Beat the eggs with the sugar until well-combined. With mixer running, slowly add the milk to egg mixture in a stream. Return the egg/milk mixture to the saucepan and stir over low heat until it thickens and forms a custard. Be careful not to let it boil or the eggs will scramble. A double boiler also works well here: add the egg/milk mixture to the top of a double boiler and stir over simmering water.

Remove the custard from the heat, slick a piece of plastic wrap over the surface to prevent it from forming a skin, and let it cool. Strain the custard into a bowl through a sieve to remove any lumps.
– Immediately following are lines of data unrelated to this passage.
// The variance files people send, written by R 4.2.2, scikit-learn 1.2.1,
// numpy 1.24.2 and pandas 1.5.3 themselves (testdata/review/generate.R and
// generate.py), are each read as what they hold, from the right column or
// row, and agree with the recomputed analysis; the file's shape decides
// where the values are, its header or content what they are.
func TestReviewReadsVarianceFileShapes(t *testing.T) {
	dir := filepath.Join("..", "testdata", "review")
	wine, err := intake.ReadTable(filepath.Join("..", "testdata", "datasets", "wine.csv"), intake.ReadOptions{GroupColumn: "cultivar"})
	if err != nil {
		t.Fatal(err)
	}
	cases := []struct {
		file, loadings string
		tab            *intake.Table
		kind           VarianceKind
		from, why      string
		ambiguous      bool
		points         float64 // the largest difference allowed by the printed rounding
	}{
		// R write.csv(pca$sdev): the row names 1..4 are an index, "x" says
		// nothing, and only standard deviations fit.
		{"r-sdev.csv", "r-loadings.csv", usarrests(t), VarianceSD, `column "x"`, `the label "x" does not say`, false, 1e-9},
		// R summary(pca)$importance: rows named by what they hold.
		{"r-importance.csv", "r-loadings.csv", usarrests(t), VarianceProportions, `row "Proportion of Variance"`, "says so", false, 1e-3},
		// pandas Series of explained_variance_ratio_: header ",0", index 0..12.
		{"pandas-ratio-series.csv", "sklearn-wine-loadings.csv", wine, VarianceProportions, `column "0"`, "they sum to 1", false, 1e-9},
		// pandas Series of explained_variance_: eigenvalues, not a share.
		{"pandas-variance-series.csv", "sklearn-wine-loadings.csv", wine, VarianceEigenvalues, `column "0"`, "does not say", false, 1e-9},
		// pandas DataFrame: index column, named columns, a cumulative one.
		{"pandas-variance-frame.csv", "sklearn-wine-loadings.csv", wine, VarianceProportions, `column "explained_variance_ratio"`, "says so", false, 1e-9},
		// pandas with the component names as index, a column "sd".
		{"pandas-sd-named-index.csv", "sklearn-wine-loadings.csv", wine, VarianceSD, `column "sd"`, "says so", false, 1e-9},
		// numpy savetxt: a bare column, no header.
		{"numpy-explained-variance.txt", "sklearn-wine-loadings.csv", wine, VarianceEigenvalues, "the one column", "no header says", false, 1e-9},
		{"numpy-explained-variance-ratio.txt", "sklearn-wine-loadings.csv", wine, VarianceProportions, "the one column", "they sum to 1", false, 1e-9},
		// numpy savetxt with a header, written as "# name".
		{"numpy-ratio-header.txt", "sklearn-wine-loadings.csv", wine, VarianceProportions, `column "explained_variance_ratio"`, "says so", false, 1e-9},
		// A bare column of percentages to two decimals: they sum to 100.
		{"numpy-percent-2dp.txt", "sklearn-wine-loadings.csv", wine, VariancePercentages, "the one column", "they sum to 100", false, 0.005},
	}
	for _, c := range cases {
		read := func(name string) string {
			b, err := os.ReadFile(filepath.Join(dir, name))
			if err != nil {
				t.Fatal(err)
			}
			return string(b)
		}
		r := review(t, c.tab, read(c.loadings), "", read(c.file), "")
		got := r.VarianceReading
		if got.Kind != c.kind || !strings.Contains(r.Variance.From, c.from) || !strings.Contains(got.Why, c.why) || got.Ambiguous != c.ambiguous {
			t.Errorf("%s: read %s from %s (ambiguous %v): %s", c.file, got.Kind, r.Variance.From, got.Ambiguous, got.Why)
		}
		if m := maxAbs(r.VarianceDiff); m > c.points || len(r.VarianceDiff) < 2 {
			t.Errorf("%s: %d values, largest difference %.3g points", c.file, len(r.VarianceDiff), m)
		}
	}
}
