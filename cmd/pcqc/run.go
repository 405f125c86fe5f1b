package main

import (
	"errors"
	"flag"
	"fmt"
	"io"
	"os"

	"pcqc/analysis/intake"
)

var runCommand = &command{
	name:    "run",
	summary: "audit the PCA of a data table and write the evidence",
	usage:   "pcqc run DATA [flags]",
	help: `Run reads DATA (CSV, TSV or semicolon-separated, with a header row),
preprocesses it (optional transform, centring, scaling), computes the PCA by
singular value decomposition, checks the result, and writes the output folder
(default: <DATA name>-pcqc in the current folder).

The output folder is written complete or not at all: files are written to a
temporary folder beside it and renamed into place. An existing non-empty
output folder is refused unless --force is given, and even then unless pcqc
wrote it (see --force below).

Exit status: 0 success, 1 a check reached the --fail-on level (the
outputs are written), 2 usage or input error (nothing is written), 3 the
file system refused the outputs, 70 an internal error (a bug; please
report it), 129/130/143 interrupted.

` + auditFlagHelp + excludeFlagHelp + streamFlagHelp,
	run: runRun,
}

func runRun(args []string, stdout, stderr io.Writer) (int, error) {
	fs := flag.NewFlagSet("run", flag.ContinueOnError)
	var f auditFlags
	f.register(fs, "")
	f.exclude.register(fs)
	stream := fs.Bool("stream", false, "")
	pos, helped, err := parseCommand("run", fs, &f, args, 1, "one data file", stdout)
	if helped || err != nil {
		return exitOK, err
	}
	data := pos[0]
	if f.out == "" {
		f.out = intake.StemName(data) + "-pcqc"
	}
	read, err := f.validate(f.exclude.reads([]string{data})...)
	if err != nil {
		return 0, err
	}
	if _, err := os.Stat(data); err != nil {
		return 0, &intake.InputError{File: data, Reason: "cannot open: " + pathReason(err)}
	}
	if *stream {
		return runStream(&f, read, data, append([]string{"pcqc", "run"}, args...), stdout, stderr)
	}
	t, err := intake.ReadTable(data, read)
	if err != nil {
		return 0, err
	}
	return runAudit(auditJob{flags: &f, read: read, table: t, reads: f.exclude.reads([]string{data}), command: append([]string{"pcqc", "run"}, args...)}, stdout, stderr)
}

func pathReason(err error) string {
	var pe *os.PathError
	if errors.As(err, &pe) {
		return pe.Err.Error()
	}
	return fmt.Sprint(err)
}
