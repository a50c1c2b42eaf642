"""Graceful drain on a real two-worker ``keepset serve``: after SIGTERM readiness is 503 at once,
new requests get 503 with Retry-After, liveness stays 200, every stream in flight ends with its
``done`` event (also one that outlasts the drain), and the process exits within the drain plus
the shutdown time."""

from __future__ import annotations

import signal
import threading
import time
from collections.abc import Iterator
from pathlib import Path
from typing import Any

import httpx
import pytest
from conftest import Server, assert_problem, auth, start_server, stop_server
from test_continue_server import LONG_TAKE_BUDGET, route_usher_desk_to_long_take, sse_events

DRAIN_SECONDS = 2.0
SHUTDOWN_SECONDS = 20.0
# The long stream is sized from the measured token rate to run about this long on its own, so it
# outlasts the drain on a fast machine and still ends well within the shutdown time on a slow one.
LONG_STREAM_SECONDS = 6.0


@pytest.fixture
def draining_server(registry: Path) -> Iterator[Server]:
    route_usher_desk_to_long_take(registry)
    running = start_server(
        registry,
        workers=2,
        KEEPSET_DRAIN_SECONDS=str(DRAIN_SECONDS),
        KEEPSET_SHUTDOWN_SECONDS=str(SHUTDOWN_SECONDS),
    )
    yield running
    if running.process.poll() is None:
        stop_server(running)


def _stream(base: str, budget: int, started: threading.Event, out: dict[str, Any]) -> None:
    body = {"prompt": "Enter the porter, with a lantern.", "seed": budget, "budget": budget}
    body["stream"] = True
    steps = 0
    try:
        with httpx.stream(
            "POST", f"{base}/v1/continue", json=body, headers=auth("usher-desk"), timeout=60
        ) as response:
            out["status"] = response.status_code
            for event, data in sse_events(response.iter_lines()):
                if event == "step":
                    steps += 1
                    started.set()
                elif event == "done":
                    out["done"] = data
                    out["done_at"] = time.monotonic()
    except httpx.HTTPError as exc:
        out["error"] = repr(exc)
    out["steps"] = steps
    started.set()


def _tokens_per_second(base: str) -> float:
    """The rate of one streamed continuation on this machine (model and policy of the test)."""
    out: dict[str, Any] = {}
    began = time.monotonic()
    _stream(base, 400, threading.Event(), out)
    assert out.get("steps") == 400, out
    return 400 / (time.monotonic() - began)


def test_sigterm_drains_then_exits(draining_server: Server) -> None:
    base = draining_server.base_url
    # Short streams end within the drain; the long one outlasts it and must still end whole.
    rate = _tokens_per_second(base)
    # Half a second of work each, alone: long enough that none ends before all four have started.
    short_budget = max(120, int(rate * 0.5))
    long_budget = min(int(rate * LONG_STREAM_SECONDS), LONG_TAKE_BUDGET)
    budgets = [short_budget] * 3 + [long_budget]
    results: list[dict[str, Any]] = [{} for _ in budgets]
    started = [threading.Event() for _ in budgets]
    threads = [
        threading.Thread(target=_stream, args=(base, b, s, r))
        for b, s, r in zip(budgets, started, results, strict=True)
    ]
    for thread in threads:
        thread.start()
    for event in started:
        assert event.wait(30), "a stream never started"
    assert not any("done" in r for r in results), "streams ended before SIGTERM; budgets too small"

    sigterm_at = time.monotonic()
    draining_server.process.send_signal(signal.SIGTERM)
    # Readiness goes to 503 at once on both workers (each connection may reach either).
    deadline = sigterm_at + 1.0
    ready_codes: list[int] = []
    while time.monotonic() < deadline:
        ready_codes.append(httpx.get(f"{base}/readyz", timeout=2).status_code)
        if ready_codes[-3:] == [503, 503, 503]:
            break
    assert ready_codes[-3:] == [503, 503, 503], ready_codes
    assert httpx.get(f"{base}/healthz", timeout=2).status_code == 200
    refused = httpx.post(
        f"{base}/v1/pick", json={"logits": [0.0, 1.0]}, headers=auth("usher-desk"), timeout=5
    )
    assert_problem(refused, 503, "shutting down")
    assert refused.headers["retry-after"] == "1"

    for thread in threads:
        thread.join(SHUTDOWN_SECONDS + DRAIN_SECONDS + 10)
    for budget, result in zip(budgets, results, strict=True):
        assert "error" not in result, result
        assert result["status"] == 200
        done = result["done"]  # dropped: 0; every stream ends with its done event
        assert done["finish"] == "budget" and len(done["tokens"]) == budget == result["steps"]
    assert results[-1]["done_at"] > sigterm_at + DRAIN_SECONDS  # it did outlast the drain

    draining_server.process.wait(SHUTDOWN_SECONDS + DRAIN_SECONDS + 10)
    exited_after = time.monotonic() - sigterm_at
    assert exited_after < DRAIN_SECONDS + SHUTDOWN_SECONDS + 5, exited_after
    assert "draining for 2 s" in draining_server.log_text()
    # Nothing listens any more.
    with pytest.raises(httpx.ConnectError):
        httpx.get(f"{base}/healthz", timeout=2)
A metal bowl works well here to speed up the chilling process.

Puree the cucumbers with the lemon juice until soupy and free of lumps. Combine with the remaining heavy cream. Stir the cucumber/cream puree into the cooled custard and place in refrigerator to chill for at least 4 hours. If you're in a hurry, you may place it the freezer for one hour, but stir it every 15 minutes and be careful not to let it freeze.

Churn it in an ice cream maker according to manufacturer's directions.

This is best eaten when it is still soft but it may be kept in the freezer to harden. Allow the ice cream to soften for 15 minutes before serving.

This is wonderfully soothing after a spicy Thai or Mexican meal, served with a scattering of fresh blueberries and slivered, lightly toasted almonds.

NOTE: To make vanilla sugar: split two vanilla beans and stir into 1 pound of sugar. Cover and allow to sit for a few days. Vanilla sugar adds a subtle flavor to baked goods and rocks blacks tea, both hot and iced.